Pelanggaran HAM Berat

Dari pengertian pelanggaran HAM dan pelanggaran HAM berat sejatinya kita sudah dapat mengetahui apa perbedaan dua hal tersebut. Sesuai pasal 1 angka 2 UU No. 26 tahun 2000 bahwa pelanggaran HAM berat merupakan pelanggaran HAM yang dimaksud dalam undang-undang tersebut. Lebih lanjut lagi, dalam pasal 7 disebutkan bahwa pelanggaran HAM yang berat meliputi:

  1. Kejahatan genosida
  2. Kejahatan terhadap kemanusiaan

Pada pasal 8 dijelaskan bahwa yang dimaksud dengan kejahatan genosida adalah Setiap perbuatan yang dilakukan dengan maksud untuk menghancurkan atau memusnahkan seluruh atau sebagian kelompok bangsa, ras, kelompok etnis, kelompok agama, dengan cara:

  1. membunuh anggota kelompok;
  2. mengakibatkan penderitaan fisik atau mental yang berat terhadap anggota-anggota kelompok;
  3. menciptakan kondisi kehidupan kelompok yang akan mengakibatkan kemusnahan secara fisik baik seluruh atau sebagiannya;
  4. memaksakan tindakan-tindakan yang bertujuan mencegah kelahiran di dalam kelompok; atau
  5. memindahkan secara paksa anak-anak dari kelompok tertentu ke kelompok lain.

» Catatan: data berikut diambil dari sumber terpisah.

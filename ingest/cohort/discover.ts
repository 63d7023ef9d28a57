/** A cohort from a path: a folder is read as BIDS, a file as a cohort table (TSV/CSV). */
import { stat } from 'node:fs/promises';
import { discoverBids } from './bids.ts';
import { readCohortTable, type ReadCohortOptions } from './table.ts';
import type { Cohort } from './types.ts';
import { CohortError } from './types.ts';

/** `options` apply to a cohort table (BIDS discovery keeps every problem fatal). */
export async function discoverCohort(pathOrFolder: string, options: ReadCohortOptions = {}): Promise<Cohort> {
  let isDir: boolean;
  try {
    isDir = (await stat(pathOrFolder)).isDirectory();
  } catch (e) {
    throw new CohortError(pathOrFolder, [
      { row: null, column: null, message: `no cohort table or BIDS folder here: ${(e as NodeJS.ErrnoException).code ?? (e as Error).message}` },
    ]);
  }
  return isDir ? discoverBids(pathOrFolder) : readCohortTable(pathOrFolder, options);
}
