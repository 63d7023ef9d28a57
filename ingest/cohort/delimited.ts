/**
 * Tab- and comma-separated text → header and rows of strings.
 *
 * TSV as BIDS writes it: tab-separated, UTF-8, one header row, no quoting (BIDS specification,
 * "Tabular files"). CSV as RFC 4180: fields may be quoted with ", a quote inside is doubled, a
 * quoted field may hold commas and line breaks; ';' may stand for ',' (scoring tables from
 * decimal-comma spreadsheets, see ingest/hypnogram/table.ts), by the same quoting rules. A
 * leading UTF-8 byte-order mark and CRLF line ends are accepted; blank lines are skipped. Cells
 * are not trimmed here.
 */
import path from 'node:path';

export type Delimiter = '\t' | ',' | ';';

export interface DelimitedTable {
  delimiter: Delimiter;
  header: string[];
  /** Data rows; `line` is the 1-based line of the file where the row starts. */
  rows: { cells: string[]; line: number }[];
}

/** By extension (.tsv → tab, .csv → comma), else by the header line (a tab → tab, else comma). */
export function detectDelimiter(file: string, text: string): Delimiter {
  const ext = path.extname(file).toLowerCase();
  if (ext === '.tsv') return '\t';
  if (ext === '.csv') return ',';
  const firstLine = text.replace(/^\uFEFF/, '').split(/\r?\n/, 1)[0] ?? '';
  return firstLine.includes('\t') ? '\t' : ',';
}

/** Throws Error(`line N: …`) on an unterminated quoted CSV field. */
export function parseDelimited(text: string, delimiter: Delimiter): DelimitedTable {
  const src = text.replace(/^\uFEFF/, '');
  const records = delimiter === '\t' ? splitTsv(src) : splitCsv(src, delimiter);
  const nonBlank = records.filter((r) => !(r.cells.length === 1 && r.cells[0] === ''));
  const [head, ...rows] = nonBlank;
  return { delimiter, header: head ? head.cells : [], rows };
}

function splitTsv(src: string): { cells: string[]; line: number }[] {
  return src.split(/\r?\n/).map((l, i) => ({ cells: l.split('\t'), line: i + 1 }));
}

function splitCsv(src: string, separator: ',' | ';'): { cells: string[]; line: number }[] {
  const out: { cells: string[]; line: number }[] = [];
  let cells: string[] = [];
  let cell = '';
  let line = 1;
  let recordLine = 1;
  let i = 0;
  let quoted = false;
  while (i < src.length) {
    const c = src[i];
    if (quoted) {
      if (c === '"') {
        if (src[i + 1] === '"') {
          cell += '"';
          i += 2;
          continue;
        }
        quoted = false;
        i++;
        continue;
      }
      if (c === '\n') line++;
      cell += c;
      i++;
      continue;
    }
    if (c === '"' && cell === '') {
      quoted = true;
      i++;
    } else if (c === separator) {
      cells.push(cell);
      cell = '';
      i++;
    } else if (c === '\n' || c === '\r') {
      cells.push(cell);
      out.push({ cells, line: recordLine });
      cells = [];
      cell = '';
      i += c === '\r' && src[i + 1] === '\n' ? 2 : 1;
      line++;
      recordLine = line;
    } else {
      cell += c;
      i++;
    }
  }
  if (quoted) throw new Error(`line ${recordLine}: quoted field is not closed`);
  if (cell !== '' || cells.length) {
    cells.push(cell);
    out.push({ cells, line: recordLine });
  }
  return out;
}

/** BIDS / common missing-value cells: 'n/a' and empty (after trimming) → null. */
export function cellValue(cell: string | undefined): string | null {
  if (cell === undefined) return null;
  const t = cell.trim();
  return t === '' || t === 'n/a' ? null : t;
}

/** A decimal number as text (no hex, no 'Infinity', no empty string). */
export function parseNumber(text: string): number | null {
  return /^[+-]?(\d+\.?\d*|\.\d+)([eE][+-]?\d+)?$/.test(text.trim()) ? Number(text) : null;
}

Sementara pasal 9 menjelaskan bahwa h salah satu perbuatan yang dilakukan sebagai bagian dari serangan yang meluas atau sistematik yang diketahuinya bahwa serangan tersebut ditujukan secara langsung terhadap penduduk sipil berupa :

  1. pembunuhan;
  2. pemusnahan;
  3. perbudakan;
  4. pengusiran atau pemindahan penduduk secara paksa;
  5. perampasan kemerdekaan atau perampasan kebebasan fisik lain secara sewenang-wenang yang melanggar (asas-asas) ketentuan pokok hukum internasional;
  6. penyiksaan;
  7. perkosaan, perbudakan seksual, pelacuran secara paksa, pemaksaan kehamilan, pemandulan atau sterilisasi secara paksa atau bentuk-bentuk kekerasan seksual lain yang setara;
  8. penganiayaan terhadap suatu kelompok tertentu atau perkumpulan yang didasari persamaan paham politik, ras, kebangsaan, etnis, budaya, agama, jenis kelamin atau alasan lain yang telah diakui secara universal sebagai hal yang dilarang menurut hukum internasional;
  9. penghilangan orang secara paksa; atau
  10. kejahatan apartheid.

Dengan demikian, dapat diartikan bahwa pelanggaran HAM berat merupakan pelanggaran HAM sebagaimana yang dimaksud dalam pasal 7, yaitu kejahatan genosida dan kejahatan terhadap kemanusiaan, serta bentuk-bentuk dari dua jenis kejahatan tersebut dijelaskan pada pasal 8 dan 9 UU No. 26 tahun 2000 tentang Pengadilan Hak Asasi Manusia.